Across the entries below, please work out how many lines contain the string "ours" and give only the number.

• **Material to process**:
####

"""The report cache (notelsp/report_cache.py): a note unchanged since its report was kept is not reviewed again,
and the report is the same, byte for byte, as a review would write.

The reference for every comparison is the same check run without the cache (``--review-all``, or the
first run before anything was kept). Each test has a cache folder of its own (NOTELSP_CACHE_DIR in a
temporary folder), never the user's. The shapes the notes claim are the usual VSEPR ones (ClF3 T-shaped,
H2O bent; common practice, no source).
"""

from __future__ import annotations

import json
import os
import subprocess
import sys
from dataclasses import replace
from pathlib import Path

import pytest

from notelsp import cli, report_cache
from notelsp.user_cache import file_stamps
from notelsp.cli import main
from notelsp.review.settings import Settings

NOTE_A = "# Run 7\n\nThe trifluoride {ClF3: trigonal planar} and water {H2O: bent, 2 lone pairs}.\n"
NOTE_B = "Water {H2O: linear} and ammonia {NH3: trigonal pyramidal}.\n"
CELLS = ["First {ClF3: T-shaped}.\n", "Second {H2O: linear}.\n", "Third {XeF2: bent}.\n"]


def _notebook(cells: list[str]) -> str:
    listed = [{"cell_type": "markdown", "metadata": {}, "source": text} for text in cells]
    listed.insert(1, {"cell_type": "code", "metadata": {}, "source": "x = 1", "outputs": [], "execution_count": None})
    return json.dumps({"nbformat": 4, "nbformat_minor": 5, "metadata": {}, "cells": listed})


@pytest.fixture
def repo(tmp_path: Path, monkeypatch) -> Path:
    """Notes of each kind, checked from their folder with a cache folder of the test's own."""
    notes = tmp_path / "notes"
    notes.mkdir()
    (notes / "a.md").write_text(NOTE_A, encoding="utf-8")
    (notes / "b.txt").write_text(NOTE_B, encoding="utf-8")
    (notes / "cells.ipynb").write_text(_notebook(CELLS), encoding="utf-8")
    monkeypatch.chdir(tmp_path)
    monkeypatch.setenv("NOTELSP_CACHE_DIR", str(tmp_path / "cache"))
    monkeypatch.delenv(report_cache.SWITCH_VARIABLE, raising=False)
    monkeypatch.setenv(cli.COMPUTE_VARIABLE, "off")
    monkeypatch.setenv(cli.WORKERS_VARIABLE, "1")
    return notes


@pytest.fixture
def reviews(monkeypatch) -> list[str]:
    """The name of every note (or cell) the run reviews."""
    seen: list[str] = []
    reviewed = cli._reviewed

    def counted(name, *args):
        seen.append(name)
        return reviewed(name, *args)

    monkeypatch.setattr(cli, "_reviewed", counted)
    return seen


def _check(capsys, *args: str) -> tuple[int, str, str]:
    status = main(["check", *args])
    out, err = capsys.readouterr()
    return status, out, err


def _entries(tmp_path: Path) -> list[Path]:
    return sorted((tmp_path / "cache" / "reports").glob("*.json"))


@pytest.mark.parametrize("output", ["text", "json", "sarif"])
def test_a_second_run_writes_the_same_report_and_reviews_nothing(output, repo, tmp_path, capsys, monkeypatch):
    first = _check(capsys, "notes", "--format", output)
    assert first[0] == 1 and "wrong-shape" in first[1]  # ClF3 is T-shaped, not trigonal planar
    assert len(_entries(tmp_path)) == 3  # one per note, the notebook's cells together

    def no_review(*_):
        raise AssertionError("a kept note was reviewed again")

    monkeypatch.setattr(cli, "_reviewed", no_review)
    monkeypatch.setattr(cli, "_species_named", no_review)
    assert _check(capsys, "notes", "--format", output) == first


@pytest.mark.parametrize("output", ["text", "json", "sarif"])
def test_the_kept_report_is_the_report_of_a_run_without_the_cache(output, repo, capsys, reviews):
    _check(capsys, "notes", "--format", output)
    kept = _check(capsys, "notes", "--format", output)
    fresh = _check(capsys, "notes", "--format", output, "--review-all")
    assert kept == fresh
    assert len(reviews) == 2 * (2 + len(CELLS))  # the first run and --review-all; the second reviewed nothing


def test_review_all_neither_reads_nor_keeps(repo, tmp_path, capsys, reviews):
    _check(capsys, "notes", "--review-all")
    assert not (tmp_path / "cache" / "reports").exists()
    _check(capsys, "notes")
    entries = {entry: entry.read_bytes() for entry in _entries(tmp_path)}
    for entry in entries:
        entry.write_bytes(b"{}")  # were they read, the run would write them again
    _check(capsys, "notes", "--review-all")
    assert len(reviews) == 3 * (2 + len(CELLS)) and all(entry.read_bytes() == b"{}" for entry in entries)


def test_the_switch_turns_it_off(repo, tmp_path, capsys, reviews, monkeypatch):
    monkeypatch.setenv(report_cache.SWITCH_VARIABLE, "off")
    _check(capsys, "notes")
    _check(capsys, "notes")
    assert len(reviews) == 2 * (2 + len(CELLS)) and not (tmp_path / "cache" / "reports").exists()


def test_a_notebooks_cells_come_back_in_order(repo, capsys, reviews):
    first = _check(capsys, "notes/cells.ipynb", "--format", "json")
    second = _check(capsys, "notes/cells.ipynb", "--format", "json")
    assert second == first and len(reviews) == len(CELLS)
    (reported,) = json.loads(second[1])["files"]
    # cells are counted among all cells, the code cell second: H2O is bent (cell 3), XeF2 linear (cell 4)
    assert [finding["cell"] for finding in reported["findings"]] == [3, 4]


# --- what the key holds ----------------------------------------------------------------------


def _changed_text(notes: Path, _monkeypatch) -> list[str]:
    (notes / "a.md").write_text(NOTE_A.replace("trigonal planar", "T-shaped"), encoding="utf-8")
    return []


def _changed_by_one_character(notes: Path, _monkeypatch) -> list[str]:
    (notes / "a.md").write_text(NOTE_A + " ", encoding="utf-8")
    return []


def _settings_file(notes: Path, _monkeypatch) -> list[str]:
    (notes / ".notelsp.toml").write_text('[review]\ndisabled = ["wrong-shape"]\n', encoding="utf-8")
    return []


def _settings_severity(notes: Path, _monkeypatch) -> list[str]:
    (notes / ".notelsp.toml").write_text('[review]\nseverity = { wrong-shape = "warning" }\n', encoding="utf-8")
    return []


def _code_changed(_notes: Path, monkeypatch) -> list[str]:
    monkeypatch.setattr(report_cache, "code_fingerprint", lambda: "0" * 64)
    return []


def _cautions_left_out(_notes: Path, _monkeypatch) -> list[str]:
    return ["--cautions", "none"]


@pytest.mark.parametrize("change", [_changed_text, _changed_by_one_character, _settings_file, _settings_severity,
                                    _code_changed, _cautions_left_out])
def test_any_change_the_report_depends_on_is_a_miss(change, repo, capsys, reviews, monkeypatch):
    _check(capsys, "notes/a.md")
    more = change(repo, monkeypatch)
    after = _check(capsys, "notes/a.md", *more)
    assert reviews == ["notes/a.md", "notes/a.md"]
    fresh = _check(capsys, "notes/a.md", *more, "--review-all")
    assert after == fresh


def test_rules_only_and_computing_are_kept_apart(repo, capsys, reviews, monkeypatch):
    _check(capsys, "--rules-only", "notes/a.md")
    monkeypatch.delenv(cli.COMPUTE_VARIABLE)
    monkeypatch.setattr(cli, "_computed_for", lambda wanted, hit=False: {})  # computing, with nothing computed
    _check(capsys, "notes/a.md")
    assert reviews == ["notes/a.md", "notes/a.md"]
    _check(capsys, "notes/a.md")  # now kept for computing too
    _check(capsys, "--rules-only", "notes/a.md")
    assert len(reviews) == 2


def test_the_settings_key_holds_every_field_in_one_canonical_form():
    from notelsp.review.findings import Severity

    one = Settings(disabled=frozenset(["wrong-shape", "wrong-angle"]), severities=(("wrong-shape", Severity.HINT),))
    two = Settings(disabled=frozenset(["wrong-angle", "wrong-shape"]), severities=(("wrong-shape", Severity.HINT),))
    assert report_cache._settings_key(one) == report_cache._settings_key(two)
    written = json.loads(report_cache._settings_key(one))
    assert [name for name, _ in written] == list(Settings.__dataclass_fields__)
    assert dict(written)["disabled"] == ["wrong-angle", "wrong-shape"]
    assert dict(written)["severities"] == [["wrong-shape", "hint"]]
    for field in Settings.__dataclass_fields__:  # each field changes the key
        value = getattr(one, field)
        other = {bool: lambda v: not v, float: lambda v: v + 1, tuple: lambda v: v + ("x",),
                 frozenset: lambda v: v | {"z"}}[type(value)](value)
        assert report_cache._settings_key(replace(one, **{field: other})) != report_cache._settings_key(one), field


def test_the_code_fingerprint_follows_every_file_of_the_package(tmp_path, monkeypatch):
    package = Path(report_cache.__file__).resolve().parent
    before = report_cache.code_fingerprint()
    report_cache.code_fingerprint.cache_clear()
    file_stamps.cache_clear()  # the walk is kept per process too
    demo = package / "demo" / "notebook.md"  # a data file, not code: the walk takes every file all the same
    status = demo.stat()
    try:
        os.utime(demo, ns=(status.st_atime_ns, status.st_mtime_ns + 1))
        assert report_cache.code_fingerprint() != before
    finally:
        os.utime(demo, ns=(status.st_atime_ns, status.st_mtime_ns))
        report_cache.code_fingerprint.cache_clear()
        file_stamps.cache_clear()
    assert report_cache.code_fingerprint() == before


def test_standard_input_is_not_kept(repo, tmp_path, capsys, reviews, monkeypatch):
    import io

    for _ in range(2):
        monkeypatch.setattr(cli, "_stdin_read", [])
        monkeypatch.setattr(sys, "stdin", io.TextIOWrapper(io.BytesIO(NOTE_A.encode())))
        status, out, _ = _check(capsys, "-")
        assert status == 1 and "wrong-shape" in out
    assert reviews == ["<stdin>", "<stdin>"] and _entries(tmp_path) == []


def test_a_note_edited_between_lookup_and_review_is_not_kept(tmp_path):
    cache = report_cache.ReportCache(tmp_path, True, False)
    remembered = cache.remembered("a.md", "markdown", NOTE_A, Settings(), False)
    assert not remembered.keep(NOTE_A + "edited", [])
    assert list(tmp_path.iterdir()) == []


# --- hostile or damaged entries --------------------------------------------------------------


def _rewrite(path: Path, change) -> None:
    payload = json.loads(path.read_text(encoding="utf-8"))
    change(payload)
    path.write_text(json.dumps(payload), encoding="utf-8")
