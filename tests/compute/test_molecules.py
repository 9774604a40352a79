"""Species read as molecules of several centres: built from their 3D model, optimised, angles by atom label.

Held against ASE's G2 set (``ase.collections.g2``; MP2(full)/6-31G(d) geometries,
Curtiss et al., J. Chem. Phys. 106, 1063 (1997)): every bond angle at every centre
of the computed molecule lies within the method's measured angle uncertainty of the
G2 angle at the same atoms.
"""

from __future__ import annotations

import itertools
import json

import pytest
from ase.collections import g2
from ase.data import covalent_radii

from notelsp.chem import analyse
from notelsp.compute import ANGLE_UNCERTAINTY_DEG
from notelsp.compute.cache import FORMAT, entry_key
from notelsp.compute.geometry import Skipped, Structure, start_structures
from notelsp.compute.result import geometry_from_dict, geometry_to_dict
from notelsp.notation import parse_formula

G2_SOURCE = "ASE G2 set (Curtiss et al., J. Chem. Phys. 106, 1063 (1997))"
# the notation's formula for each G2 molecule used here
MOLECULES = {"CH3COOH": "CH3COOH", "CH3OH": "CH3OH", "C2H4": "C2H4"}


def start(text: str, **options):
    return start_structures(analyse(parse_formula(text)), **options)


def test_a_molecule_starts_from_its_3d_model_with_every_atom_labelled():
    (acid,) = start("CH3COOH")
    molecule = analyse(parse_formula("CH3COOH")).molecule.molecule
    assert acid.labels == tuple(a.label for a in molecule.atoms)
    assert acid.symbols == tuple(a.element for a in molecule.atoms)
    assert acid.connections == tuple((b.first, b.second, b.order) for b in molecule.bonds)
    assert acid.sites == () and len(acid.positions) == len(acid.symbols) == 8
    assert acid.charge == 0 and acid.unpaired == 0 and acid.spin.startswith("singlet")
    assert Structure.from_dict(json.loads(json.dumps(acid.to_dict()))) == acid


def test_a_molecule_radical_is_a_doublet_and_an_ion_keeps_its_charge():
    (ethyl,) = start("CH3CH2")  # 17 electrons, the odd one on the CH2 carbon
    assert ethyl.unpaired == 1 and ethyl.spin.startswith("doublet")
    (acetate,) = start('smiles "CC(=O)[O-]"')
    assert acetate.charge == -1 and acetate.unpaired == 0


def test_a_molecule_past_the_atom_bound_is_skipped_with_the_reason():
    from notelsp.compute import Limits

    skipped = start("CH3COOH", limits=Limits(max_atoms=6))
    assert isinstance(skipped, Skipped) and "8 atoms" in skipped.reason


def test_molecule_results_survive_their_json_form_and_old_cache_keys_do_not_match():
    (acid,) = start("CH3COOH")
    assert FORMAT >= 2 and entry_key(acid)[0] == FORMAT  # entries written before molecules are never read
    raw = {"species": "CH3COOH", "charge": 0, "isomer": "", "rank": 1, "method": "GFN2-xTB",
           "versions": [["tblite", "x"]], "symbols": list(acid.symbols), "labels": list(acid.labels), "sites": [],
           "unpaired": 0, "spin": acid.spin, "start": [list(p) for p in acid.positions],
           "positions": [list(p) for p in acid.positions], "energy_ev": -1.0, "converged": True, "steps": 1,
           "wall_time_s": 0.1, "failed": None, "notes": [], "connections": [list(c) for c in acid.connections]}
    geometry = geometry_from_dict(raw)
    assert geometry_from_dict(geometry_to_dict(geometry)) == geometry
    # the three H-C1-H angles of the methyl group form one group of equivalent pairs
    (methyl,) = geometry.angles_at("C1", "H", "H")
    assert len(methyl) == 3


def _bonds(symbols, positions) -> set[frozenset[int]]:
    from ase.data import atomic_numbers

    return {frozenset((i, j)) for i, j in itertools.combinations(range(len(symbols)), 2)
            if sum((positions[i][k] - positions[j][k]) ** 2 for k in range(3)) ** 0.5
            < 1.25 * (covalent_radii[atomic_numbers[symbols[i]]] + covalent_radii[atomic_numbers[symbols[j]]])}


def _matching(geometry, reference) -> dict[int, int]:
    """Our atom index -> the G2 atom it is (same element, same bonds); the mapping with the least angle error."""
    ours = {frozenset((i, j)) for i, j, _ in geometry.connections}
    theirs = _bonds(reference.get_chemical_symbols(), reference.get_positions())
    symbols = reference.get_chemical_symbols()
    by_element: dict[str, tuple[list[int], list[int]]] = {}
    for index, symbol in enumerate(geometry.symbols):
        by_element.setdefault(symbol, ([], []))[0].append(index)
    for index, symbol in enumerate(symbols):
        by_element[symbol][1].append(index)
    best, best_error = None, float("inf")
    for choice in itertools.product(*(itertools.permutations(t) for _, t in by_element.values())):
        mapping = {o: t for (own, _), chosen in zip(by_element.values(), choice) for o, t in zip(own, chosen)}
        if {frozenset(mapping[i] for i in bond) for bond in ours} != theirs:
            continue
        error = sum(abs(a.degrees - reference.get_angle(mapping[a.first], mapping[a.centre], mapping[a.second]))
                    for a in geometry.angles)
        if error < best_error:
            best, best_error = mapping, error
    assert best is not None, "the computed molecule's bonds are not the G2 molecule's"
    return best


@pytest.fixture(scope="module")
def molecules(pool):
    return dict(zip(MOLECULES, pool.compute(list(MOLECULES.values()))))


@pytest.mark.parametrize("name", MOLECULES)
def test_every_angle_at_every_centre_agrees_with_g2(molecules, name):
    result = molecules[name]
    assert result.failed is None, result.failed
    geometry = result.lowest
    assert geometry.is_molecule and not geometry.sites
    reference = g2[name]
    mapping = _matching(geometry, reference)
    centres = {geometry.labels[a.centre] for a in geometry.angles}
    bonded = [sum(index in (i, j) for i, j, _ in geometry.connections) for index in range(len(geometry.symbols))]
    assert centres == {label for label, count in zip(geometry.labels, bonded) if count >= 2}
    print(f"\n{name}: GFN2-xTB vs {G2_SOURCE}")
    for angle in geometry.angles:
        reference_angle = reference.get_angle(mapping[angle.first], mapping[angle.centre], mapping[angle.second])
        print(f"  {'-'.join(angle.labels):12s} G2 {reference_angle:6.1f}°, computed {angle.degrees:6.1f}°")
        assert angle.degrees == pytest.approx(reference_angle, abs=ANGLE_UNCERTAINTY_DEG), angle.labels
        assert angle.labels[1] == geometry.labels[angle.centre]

####

• **Response to this exercise**:
2